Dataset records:
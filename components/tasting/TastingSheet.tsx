'use client';

import { useState, type FormEvent } from 'react';
import { Box } from '@/components/ui/Box';
import { Button } from '@/components/ui/Button';
import { Choice } from '@/components/ui/Choice';
import { Field, Select, TextField } from '@/components/ui/Field';
import { FormError } from '@/components/ui/Notice';
import { ClientError } from '@/lib/client/fetcher';
import { ASPECTS, FOUND_WORDS, type Aspect, type Found } from './words';

const POINTS = ['', '1', '2', '3', '4', '5'] as const;
type Points = (typeof POINTS)[number];
const SCORES = Array.from({ length: 19 }, (_, index) => 1 + index / 2);

export interface Tasted extends Record<Aspect, number | null> {
  sparkle: Found | null;
  score: number | null;
  words: string | null;
  next_time: string | null;
  /** A guest's name, where they wrote one. */
  name: string | null;
  show_name: boolean;
}

/** The tasting sheet, for a phone at the table: nothing has to be said but something. */
export function TastingSheet({ guest, onSend }: { guest: boolean; onSend: (tasted: Tasted) => Promise<void> }) {
  const [aspects, setAspects] = useState<Record<Aspect, Points>>({ look: '', smell: '', taste: '', balance: '' });
  const [sparkle, setSparkle] = useState<Found | ''>('');
  const [score, setScore] = useState('');
  const [words, setWords] = useState('');
  const [next, setNext] = useState('');
  const [name, setName] = useState('');
  const [show, setShow] = useState(false);
  const [failed, setFailed] = useState<string | null>(null);
  const [sending, setSending] = useState(false);
  const points = (text: Points) => (text === '' ? null : Number(text));

  async function send(event: FormEvent) {
    event.preventDefault();
    setSending(true);
    setFailed(null);
    try {
      await onSend({
        look: points(aspects.look),
        smell: points(aspects.smell),
        taste: points(aspects.taste),
        balance: points(aspects.balance),
        sparkle: sparkle || null,
        score: score === '' ? null : Number(score),
        words: words.trim() || null,
        next_time: next.trim() || null,
        name: name.trim() || null,
        show_name: show,
      });
    } catch (error) {
      const told = error instanceof ClientError ? error : null;
      setFailed(Object.values(told?.fields ?? {})[0]?.[0] ?? told?.message ?? 'It was not kept. Try again.');
    }
    setSending(false);
  }

  return (
    <form onSubmit={(event) => void send(event)} className="flex flex-col gap-3">
      {ASPECTS.map((aspect) => (
        <Choice key={aspect} label={`${aspect}, 1 poor to 5 fine`} value={aspects[aspect]} onChoose={(value) => setAspects((before) => ({ ...before, [aspect]: value }))} options={POINTS.map((value) => ({ value, name: value === '' ? <span className="whitespace-nowrap">not said</span> : value }))} />
      ))}
      <div className="grid grid-cols-2 gap-3">
        <Select label="sparkle" value={sparkle} onChange={(event) => setSparkle(event.target.value as Found | '')}>
          <option value="">not said</option>
          {(Object.keys(FOUND_WORDS) as Found[]).map((found) => (
            <option key={found} value={found}>
              {FOUND_WORDS[found]}
            </option>
          ))}
        </Select>
        <Select label="score of 10" value={score} onChange={(event) => setScore(event.target.value)}>
          <option value="">not said</option>
          {SCORES.map((one) => (
            <option key={one} value={one}>
              {one.toFixed(1)}
            </option>
          ))}
        </Select>
      </div>
      {sparkle === 'gushing' && <p className="type-body border-l-[3px] border-madder pl-3">The other bottles of the lot may gush too. Gloves and eye protection; move them somewhere cold, and let the gas out outdoors.</p>}
      <TextField label="in your words" value={words} maxLength={1000} onChange={(event) => setWords(event.target.value)} />
      <TextField label="next time" rows={2} value={next} maxLength={500} hint="It goes along when the must sheet is copied." onChange={(event) => setNext(event.target.value)} />
      {guest ? (
        <Field label="your name, if you like" hint="A name may stand beside your words on this page." value={name} maxLength={40} autoComplete="off" onChange={(event) => setName(event.target.value)} />
      ) : (
        <Box ticked={show} onTick={setShow}>
          <span className="type-body">My name may stand on the share page.</span>
        </Box>
      )}
      {failed && <FormError>{failed}</FormError>}
      <Button type="submit" look="first" size="tall" disabled={sending} className="self-end">
        Tasted
      </Button>
    </form>
  );
}
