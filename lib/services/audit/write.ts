import type { Transaction } from 'sequelize';
import { AuditRow } from '@/db/models';
import type { Actor } from '@/lib/auth/policies';
import { currentOrigin } from '@/lib/origin';

interface AuditLine {
  /** What was done, `noun.verb`. */
  action: string;
  /** Identifier of what it was done to. */
  subject: string;
  personId: string | null;
  cellarId: string | null;
  /** What was changed; never a secret. */
  detail?: Record<string, unknown>;
}

/** Writes down who did what, and from where, in the transaction that did it. */
export async function audit(line: AuditLine, transaction?: Transaction): Promise<void> {
  const origin = currentOrigin();
  await AuditRow.create({ ...line, detail: line.detail ?? {}, address: origin?.address ?? null, means: origin?.means ?? null }, { transaction });
}

export const auditBy = (actor: Actor, action: string, subject: string, detail: Record<string, unknown>, transaction: Transaction) =>
  audit({ action, subject, personId: actor.personId, cellarId: actor.cellarId, detail }, transaction);
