import { endpoints } from '@/lib/contracts/endpoints';
import { route } from '@/lib/http/route';
import { listRevisions } from '@/lib/services/entries/list-revisions';

export const GET = route(endpoints.listRevisions, ({ actor, params }) => listRevisions(actor, params.id, params.entryId));
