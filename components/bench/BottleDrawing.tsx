import type { BottleKind } from '@/lib/core/bottling/bottles';

/** Outline of each bottle in a box of 30 by 76, and what closes it. */
const OUTLINES: Record<BottleKind, { body: string; top: string }> = {
  beer: { body: 'M12 9v15c0 4-5 6-5 12v35c0 2 1 3 3 3h10c2 0 3-1 3-3V36c0-6-5-8-5-12V9', top: 'M11 5h8v4h-8Z' },
  heavy_beer: { body: 'M12 10v9c0 6-6 7-6 14v38c0 2 1 3 3 3h12c2 0 3-1 3-3V33c0-7-6-8-6-14v-9', top: 'M11 6h8v4h-8Z' },
  swing_top: { body: 'M12 12v10c0 5-5 7-5 13v36c0 2 1 3 3 3h10c2 0 3-1 3-3V35c0-6-5-8-5-13V12', top: 'M12 12V8c0-2 6-2 6 0v4M10 9v8M20 9v8' },
  sparkling_wine: { body: 'M12.5 8v14c0 8-6.5 10-6.5 20v29c0 2 1 3 3 3h3c1-3 5-3 6 0h3c2 0 3-1 3-3V42c0-10-6.5-12-6.5-20V8', top: 'M11 8c0-5 8-5 8 0M11 12h8' },
  still_wine: { body: 'M12.5 6v20c0 3-5.5 4-5.5 9v36c0 2 1 3 3 3h10c2 0 3-1 3-3V35c0-5-5.5-6-5.5-9V6', top: 'M12.5 6V3h5v3' },
  odd_glass: { body: 'M12 10v12H5v49c0 2 1 3 3 3h14c2 0 3-1 3-3V22h-7V10', top: 'M11 6h8v4h-8Z' },
  pet: { body: 'M12 9v4c0 6-6 7-6 14v6l2 4-2 4v30c0 2 1 3 3 3l3-3h6l3 3c2 0 3-1 3-3V41l-2-4 2-4v-6c0-7-6-8-6-14V9', top: 'M11 4h8v5h-8Z' },
  keg: { body: 'M4 16v53c0 3 3 5 6 5h10c3 0 6-2 6-5V16c0-3-3-5-6-5H10c-3 0-6 2-6 5', top: 'M9 11V6h12v5M4 24h22M4 62h22' },
};

/** A bottle; filled with the drink where it is on the bench. */
export function BottleDrawing({ kind, filled, height = 68 }: { kind: BottleKind; filled: boolean; height?: number }) {
  const { body, top } = OUTLINES[kind];
  return (
    <svg viewBox="0 0 30 78" height={height} width={(height * 30) / 78} aria-hidden fill="none" stroke="currentColor" strokeWidth="1.6" strokeLinejoin="round" className="shrink-0 text-ink">
      <path d={body} fill={filled ? 'var(--drink-fill)' : 'var(--glass)'} />
      <path d={top} />
    </svg>
  );
}
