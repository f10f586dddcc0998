'use client';

import { degrees } from '@/components/batch/figures';
import { useRef } from 'react';
import { dayName } from '@/components/charts/zone';
import { useWidth } from '@/components/ui/width';
import { barTicks } from './Tubes';
import { overRatingFrom, type WeekPoint } from '@/lib/core/bottling/conditioning';

const HEIGHT = 470;
const TOP = 34;
const FOOT = 56;
const LEFT = 30;
const RIGHT = 8;

/** Pressure in the warm from the day of bottling on: as asked, and if the last sugar goes. */
export function Weeks({ points, limit, top, celsius, timeZone }: { points: readonly WeekPoint[]; limit: number; top: number; celsius: number; timeZone: string }) {
  const frame = useRef<HTMLDivElement>(null);
  const width = Math.max(220, useWidth(frame, 430));
  const first = points[0];
  const last = points.at(-1);
  if (!first || !last) return null;
  const x = (at: number) => LEFT + ((width - LEFT - RIGHT) * (at - first.at)) / (last.at - first.at);
  const y = (bar: number) => TOP + (HEIGHT - TOP - FOOT) * (1 - Math.min(top, bar) / top);
  const line = (of: (point: WeekPoint) => number) => points.map((point, index) => `${index === 0 ? 'M' : 'L'}${x(point.at).toFixed(1)} ${y(of(point)).toFixed(1)}`).join('');
  const ticks = barTicks(top);
  const over = overRatingFrom(points, limit);
  const day = (at: number) => dayName(at / 1000, timeZone).split(' ').slice(1).join(' ');
  const marks = points.filter((_, index) => index % 14 === 0);
  const worstIsHigher = last.worstBar - last.bar > 0.15;
  const overPoint = points.find((point) => point.at === over);
  return (
    <div ref={frame} className="min-w-0 font-mono">
      <svg
        width={width}
        height={HEIGHT}
        role="img"
        aria-label={`From ${day(first.at)} to ${day(last.at)} at ${degrees(celsius)}: as asked up to ${last.bar.toFixed(1)} bar; if the last sugar goes up to ${last.worstBar.toFixed(1)} bar. ${over === null ? `It stays under ${limit.toFixed(1)} bar.` : `Over ${limit.toFixed(1)} bar from ${day(over)}.`}`}
      >
        {ticks.lines.map((bar) => (
          <g key={bar}>
            <path d={`M${LEFT} ${y(bar)}H${width - RIGHT}`} stroke="var(--rule)" />
            {bar % ticks.named === 0 && (
              <text x={LEFT - 8} y={y(bar) + 4} textAnchor="end" fontSize="12" fill="var(--ink2)">
                {bar}
              </text>
            )}
          </g>
        ))}
        {marks.map((point, index) => (
          <g key={point.at}>
            <path d={`M${x(point.at)} ${TOP}V${y(0)}`} stroke="var(--rule)" />
            {(width > 330 || index % 2 === 0) && (
              <text x={x(point.at)} y={y(0) + 20} textAnchor={index === 0 ? 'start' : index === marks.length - 1 ? 'end' : 'middle'} fontSize="12" fill="var(--ink2)">
                {day(point.at)}
              </text>
            )}
          </g>
        ))}
        <path d={`${line((point) => point.bar)}L${x(last.at)} ${y(0)}L${x(first.at)} ${y(0)}Z`} fill="var(--drink-fill)" fillOpacity="0.42" />
        <path d={line((point) => point.bar)} fill="none" stroke="var(--ink)" strokeWidth="2.2" />
        {worstIsHigher && <path d={line((point) => point.worstBar)} fill="none" stroke={over === null ? 'var(--ink)' : 'var(--madder)'} strokeWidth="1.8" strokeDasharray="6 4" />}
        <path d={`M${LEFT} ${y(limit)}H${width - RIGHT}`} stroke="var(--ink)" strokeWidth="2.2" />
        <text x={width - RIGHT} y={y(limit) - 7} textAnchor="end" fontSize="11" fontWeight="600" fill="var(--ink)" stroke="var(--sheet)" strokeWidth="3" paintOrder="stroke">
          {limit.toFixed(1)} bar
        </text>
        {worstIsHigher && (
          <text x={width - RIGHT - 4} y={y(last.worstBar) - 9 - (Math.abs(y(last.worstBar) - y(limit)) < 20 ? 16 : 0)} textAnchor="end" fontSize="12" fontWeight="600" fill={over === null ? 'var(--ink)' : 'var(--madder)'} stroke="var(--sheet)" strokeWidth="3" paintOrder="stroke">
            if the last sugar goes
          </text>
        )}
        <text x={width - RIGHT - 4} y={Math.min(y(last.bar) + 22, y(0) - 6)} textAnchor="end" fontSize="12" fontWeight="600" fill="var(--ink)">
          as asked
        </text>
        {over !== null && overPoint && (
          <g>
            <circle cx={x(over)} cy={y(limit)} r="7" fill="var(--lit)" stroke="var(--madder)" strokeWidth="2.2" />
            <path d={`M${x(over) - 3.5} ${y(limit)}h7`} stroke="var(--madder)" strokeWidth="2" />
            <text x={Math.max(LEFT + 4, x(over) - 10)} y={y(limit) - 12} textAnchor={x(over) - LEFT < 130 ? 'start' : 'end'} fontSize="12" fontWeight="600" fill="var(--madder)" stroke="var(--sheet)" strokeWidth="3" paintOrder="stroke">
              over from {day(over)}
            </text>
          </g>
        )}
      </svg>
    </div>
  );
}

> Task instructions: Nothing but a number is needed: the count of lines above that contain "Object".

> Output: 2